__Exercise prompt__
Which lines of the data below include the string "PointFlag"? Return each of them.

__Input data__
______________________________

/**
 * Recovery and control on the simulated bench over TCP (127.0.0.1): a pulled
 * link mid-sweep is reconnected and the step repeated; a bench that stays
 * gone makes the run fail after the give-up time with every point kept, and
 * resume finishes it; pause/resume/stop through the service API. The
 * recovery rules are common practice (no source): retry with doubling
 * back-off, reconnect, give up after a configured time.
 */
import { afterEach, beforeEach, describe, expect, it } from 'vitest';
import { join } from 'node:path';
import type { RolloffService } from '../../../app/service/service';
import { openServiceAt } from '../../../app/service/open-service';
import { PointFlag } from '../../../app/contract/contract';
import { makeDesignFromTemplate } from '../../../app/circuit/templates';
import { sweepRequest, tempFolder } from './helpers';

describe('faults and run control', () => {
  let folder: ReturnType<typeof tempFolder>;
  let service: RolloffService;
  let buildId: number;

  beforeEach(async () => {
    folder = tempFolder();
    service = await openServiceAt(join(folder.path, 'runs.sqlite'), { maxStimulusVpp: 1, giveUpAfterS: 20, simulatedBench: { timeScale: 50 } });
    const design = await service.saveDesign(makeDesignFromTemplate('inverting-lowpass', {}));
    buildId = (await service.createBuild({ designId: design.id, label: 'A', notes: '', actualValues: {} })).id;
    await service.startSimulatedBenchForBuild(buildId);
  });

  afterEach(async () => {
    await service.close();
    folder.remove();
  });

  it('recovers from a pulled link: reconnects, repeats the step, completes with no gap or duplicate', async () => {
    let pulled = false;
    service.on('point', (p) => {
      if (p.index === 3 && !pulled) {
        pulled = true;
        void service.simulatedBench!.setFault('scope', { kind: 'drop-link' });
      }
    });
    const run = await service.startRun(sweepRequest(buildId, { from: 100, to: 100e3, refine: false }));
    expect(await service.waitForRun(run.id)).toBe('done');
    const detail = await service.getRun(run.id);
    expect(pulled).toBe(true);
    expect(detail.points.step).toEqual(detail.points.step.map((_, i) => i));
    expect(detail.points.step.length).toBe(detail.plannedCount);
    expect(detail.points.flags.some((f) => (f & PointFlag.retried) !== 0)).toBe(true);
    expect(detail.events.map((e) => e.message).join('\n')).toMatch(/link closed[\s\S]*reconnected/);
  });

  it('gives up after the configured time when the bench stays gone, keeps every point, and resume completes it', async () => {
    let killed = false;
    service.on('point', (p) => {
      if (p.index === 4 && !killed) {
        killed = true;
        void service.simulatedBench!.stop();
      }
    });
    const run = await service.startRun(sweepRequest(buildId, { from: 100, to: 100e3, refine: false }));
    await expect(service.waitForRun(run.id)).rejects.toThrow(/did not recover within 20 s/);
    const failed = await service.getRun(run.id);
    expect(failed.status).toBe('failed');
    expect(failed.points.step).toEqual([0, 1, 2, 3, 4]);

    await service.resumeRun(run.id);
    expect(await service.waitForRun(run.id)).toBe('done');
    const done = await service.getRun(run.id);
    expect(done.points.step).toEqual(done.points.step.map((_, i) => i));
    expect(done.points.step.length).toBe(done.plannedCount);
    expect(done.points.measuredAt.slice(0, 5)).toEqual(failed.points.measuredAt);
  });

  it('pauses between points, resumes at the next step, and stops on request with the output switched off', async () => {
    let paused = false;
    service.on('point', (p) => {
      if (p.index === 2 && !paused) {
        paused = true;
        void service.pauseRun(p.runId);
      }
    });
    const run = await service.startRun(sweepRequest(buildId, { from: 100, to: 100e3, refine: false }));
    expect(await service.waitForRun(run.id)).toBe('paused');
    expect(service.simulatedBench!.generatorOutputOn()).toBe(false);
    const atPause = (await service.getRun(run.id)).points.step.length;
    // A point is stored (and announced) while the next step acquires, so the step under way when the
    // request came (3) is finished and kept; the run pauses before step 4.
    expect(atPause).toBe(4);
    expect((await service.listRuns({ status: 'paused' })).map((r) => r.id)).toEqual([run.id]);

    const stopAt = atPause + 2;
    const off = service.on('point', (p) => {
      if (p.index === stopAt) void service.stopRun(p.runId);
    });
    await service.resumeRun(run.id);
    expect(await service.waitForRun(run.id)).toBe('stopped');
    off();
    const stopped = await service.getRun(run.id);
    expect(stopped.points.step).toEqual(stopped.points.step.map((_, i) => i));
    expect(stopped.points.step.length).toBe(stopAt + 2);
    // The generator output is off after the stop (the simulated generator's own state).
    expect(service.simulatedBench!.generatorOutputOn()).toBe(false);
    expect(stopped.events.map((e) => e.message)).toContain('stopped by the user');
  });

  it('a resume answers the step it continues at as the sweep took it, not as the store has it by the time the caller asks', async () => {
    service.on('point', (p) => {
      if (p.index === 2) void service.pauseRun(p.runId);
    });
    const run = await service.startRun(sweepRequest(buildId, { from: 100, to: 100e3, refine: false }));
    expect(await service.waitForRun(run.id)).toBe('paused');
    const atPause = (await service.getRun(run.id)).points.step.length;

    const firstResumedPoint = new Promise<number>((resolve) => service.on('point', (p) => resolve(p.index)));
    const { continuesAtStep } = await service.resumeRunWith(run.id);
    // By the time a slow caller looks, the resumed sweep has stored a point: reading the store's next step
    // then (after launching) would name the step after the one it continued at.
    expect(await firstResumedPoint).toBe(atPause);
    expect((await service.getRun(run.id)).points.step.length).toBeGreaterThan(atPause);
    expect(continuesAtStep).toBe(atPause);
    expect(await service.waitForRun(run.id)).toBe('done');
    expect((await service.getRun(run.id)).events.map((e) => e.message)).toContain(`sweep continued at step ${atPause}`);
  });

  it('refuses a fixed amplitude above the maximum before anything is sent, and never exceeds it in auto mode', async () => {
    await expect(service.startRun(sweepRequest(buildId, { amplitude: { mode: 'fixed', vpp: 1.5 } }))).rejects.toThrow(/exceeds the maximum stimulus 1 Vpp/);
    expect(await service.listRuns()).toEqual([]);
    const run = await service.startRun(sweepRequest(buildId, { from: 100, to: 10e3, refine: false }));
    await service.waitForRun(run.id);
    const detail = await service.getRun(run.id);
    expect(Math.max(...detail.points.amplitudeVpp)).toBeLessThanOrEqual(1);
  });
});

______________________________

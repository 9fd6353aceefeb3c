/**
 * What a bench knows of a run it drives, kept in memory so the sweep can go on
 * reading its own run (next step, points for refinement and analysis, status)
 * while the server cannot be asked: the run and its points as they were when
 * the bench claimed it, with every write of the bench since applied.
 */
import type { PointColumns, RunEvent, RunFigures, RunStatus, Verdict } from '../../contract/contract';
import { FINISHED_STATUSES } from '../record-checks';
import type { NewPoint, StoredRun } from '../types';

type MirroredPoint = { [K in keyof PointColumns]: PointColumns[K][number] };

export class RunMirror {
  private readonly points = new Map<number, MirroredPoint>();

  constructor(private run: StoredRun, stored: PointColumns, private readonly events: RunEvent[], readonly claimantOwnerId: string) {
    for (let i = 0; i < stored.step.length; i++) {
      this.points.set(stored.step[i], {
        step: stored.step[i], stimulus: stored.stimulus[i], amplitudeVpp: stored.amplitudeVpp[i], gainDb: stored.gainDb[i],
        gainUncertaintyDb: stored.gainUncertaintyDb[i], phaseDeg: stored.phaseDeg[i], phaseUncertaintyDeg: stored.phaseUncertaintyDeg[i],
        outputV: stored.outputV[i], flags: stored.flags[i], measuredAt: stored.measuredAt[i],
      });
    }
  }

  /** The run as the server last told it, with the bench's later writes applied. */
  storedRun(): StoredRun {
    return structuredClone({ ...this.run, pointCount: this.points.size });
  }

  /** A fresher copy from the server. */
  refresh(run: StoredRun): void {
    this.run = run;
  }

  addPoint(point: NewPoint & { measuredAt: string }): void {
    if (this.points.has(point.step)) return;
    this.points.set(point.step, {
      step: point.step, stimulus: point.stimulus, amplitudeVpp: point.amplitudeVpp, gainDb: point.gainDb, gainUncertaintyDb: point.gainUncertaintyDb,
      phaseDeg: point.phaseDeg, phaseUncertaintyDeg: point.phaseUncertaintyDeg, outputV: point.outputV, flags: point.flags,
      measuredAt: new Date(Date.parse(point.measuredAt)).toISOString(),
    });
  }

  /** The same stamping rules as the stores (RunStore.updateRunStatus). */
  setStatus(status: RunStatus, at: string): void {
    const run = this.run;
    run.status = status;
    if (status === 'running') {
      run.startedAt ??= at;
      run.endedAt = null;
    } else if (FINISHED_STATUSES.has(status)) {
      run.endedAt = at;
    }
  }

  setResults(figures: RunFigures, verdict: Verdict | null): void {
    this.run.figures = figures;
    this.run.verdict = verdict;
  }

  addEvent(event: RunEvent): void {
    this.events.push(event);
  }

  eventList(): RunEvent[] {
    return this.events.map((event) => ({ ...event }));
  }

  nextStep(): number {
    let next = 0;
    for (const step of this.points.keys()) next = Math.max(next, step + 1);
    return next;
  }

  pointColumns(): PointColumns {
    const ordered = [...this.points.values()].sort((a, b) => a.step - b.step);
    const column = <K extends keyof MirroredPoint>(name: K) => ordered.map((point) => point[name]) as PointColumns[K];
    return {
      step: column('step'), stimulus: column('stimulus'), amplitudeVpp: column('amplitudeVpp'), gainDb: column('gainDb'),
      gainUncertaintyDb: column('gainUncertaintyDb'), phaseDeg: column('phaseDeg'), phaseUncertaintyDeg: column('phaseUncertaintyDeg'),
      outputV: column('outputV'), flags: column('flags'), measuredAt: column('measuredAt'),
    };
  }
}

______________________________

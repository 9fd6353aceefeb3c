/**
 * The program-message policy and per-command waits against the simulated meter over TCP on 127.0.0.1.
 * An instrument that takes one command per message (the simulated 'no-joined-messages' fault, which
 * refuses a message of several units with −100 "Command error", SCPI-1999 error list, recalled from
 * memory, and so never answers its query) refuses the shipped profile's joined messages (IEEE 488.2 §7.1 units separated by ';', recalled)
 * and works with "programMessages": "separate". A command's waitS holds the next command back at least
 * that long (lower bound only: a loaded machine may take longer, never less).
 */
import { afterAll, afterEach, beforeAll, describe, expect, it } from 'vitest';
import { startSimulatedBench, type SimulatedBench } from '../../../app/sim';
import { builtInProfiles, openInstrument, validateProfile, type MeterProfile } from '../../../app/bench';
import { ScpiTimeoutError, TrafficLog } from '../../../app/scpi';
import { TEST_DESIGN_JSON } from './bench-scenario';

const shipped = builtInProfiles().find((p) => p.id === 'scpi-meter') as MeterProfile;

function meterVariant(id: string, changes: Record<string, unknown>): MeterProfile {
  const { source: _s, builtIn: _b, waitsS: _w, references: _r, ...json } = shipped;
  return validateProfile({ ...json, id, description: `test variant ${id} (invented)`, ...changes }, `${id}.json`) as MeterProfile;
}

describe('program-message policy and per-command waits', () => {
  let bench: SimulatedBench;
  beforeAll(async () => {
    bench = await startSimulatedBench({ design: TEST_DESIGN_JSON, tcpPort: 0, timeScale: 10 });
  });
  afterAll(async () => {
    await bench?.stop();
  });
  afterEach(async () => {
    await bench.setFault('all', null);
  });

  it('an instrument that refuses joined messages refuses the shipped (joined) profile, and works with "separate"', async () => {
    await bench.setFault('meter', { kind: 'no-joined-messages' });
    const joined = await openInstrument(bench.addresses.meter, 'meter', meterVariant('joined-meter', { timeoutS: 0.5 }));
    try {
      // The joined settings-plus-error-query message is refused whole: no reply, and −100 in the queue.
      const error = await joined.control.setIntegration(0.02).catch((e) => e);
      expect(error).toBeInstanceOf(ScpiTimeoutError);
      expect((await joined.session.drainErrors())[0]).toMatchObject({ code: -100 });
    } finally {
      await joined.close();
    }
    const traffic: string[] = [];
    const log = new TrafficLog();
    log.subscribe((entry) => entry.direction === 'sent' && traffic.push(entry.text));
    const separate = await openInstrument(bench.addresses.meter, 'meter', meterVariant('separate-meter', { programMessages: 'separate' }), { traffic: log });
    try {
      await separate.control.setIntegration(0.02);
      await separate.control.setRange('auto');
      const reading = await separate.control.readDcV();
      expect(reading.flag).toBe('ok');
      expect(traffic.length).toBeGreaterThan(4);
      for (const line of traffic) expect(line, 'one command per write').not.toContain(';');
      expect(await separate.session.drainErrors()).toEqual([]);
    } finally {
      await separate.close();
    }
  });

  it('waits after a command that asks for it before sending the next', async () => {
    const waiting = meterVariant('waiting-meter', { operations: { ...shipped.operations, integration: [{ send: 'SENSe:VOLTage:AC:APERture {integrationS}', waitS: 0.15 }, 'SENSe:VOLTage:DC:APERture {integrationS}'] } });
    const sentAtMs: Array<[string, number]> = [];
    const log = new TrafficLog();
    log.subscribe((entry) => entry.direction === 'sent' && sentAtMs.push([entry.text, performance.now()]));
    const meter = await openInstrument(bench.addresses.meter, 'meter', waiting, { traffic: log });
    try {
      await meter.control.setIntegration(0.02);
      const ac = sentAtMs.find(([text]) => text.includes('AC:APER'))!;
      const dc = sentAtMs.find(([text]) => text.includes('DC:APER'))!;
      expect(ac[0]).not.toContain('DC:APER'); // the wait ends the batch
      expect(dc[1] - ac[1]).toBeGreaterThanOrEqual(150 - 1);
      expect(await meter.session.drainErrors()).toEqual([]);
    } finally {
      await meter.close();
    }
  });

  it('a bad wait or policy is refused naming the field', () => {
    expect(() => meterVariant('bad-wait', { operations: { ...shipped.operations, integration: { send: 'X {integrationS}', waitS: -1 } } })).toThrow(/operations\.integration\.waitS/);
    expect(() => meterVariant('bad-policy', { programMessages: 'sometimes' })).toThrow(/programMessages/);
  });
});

______________________________

__Response below__
import { PointFlag } from '../../../app/contract/contract';
    expect(detail.points.flags.some((f) => (f & PointFlag.retried) !== 0)).toBe(true);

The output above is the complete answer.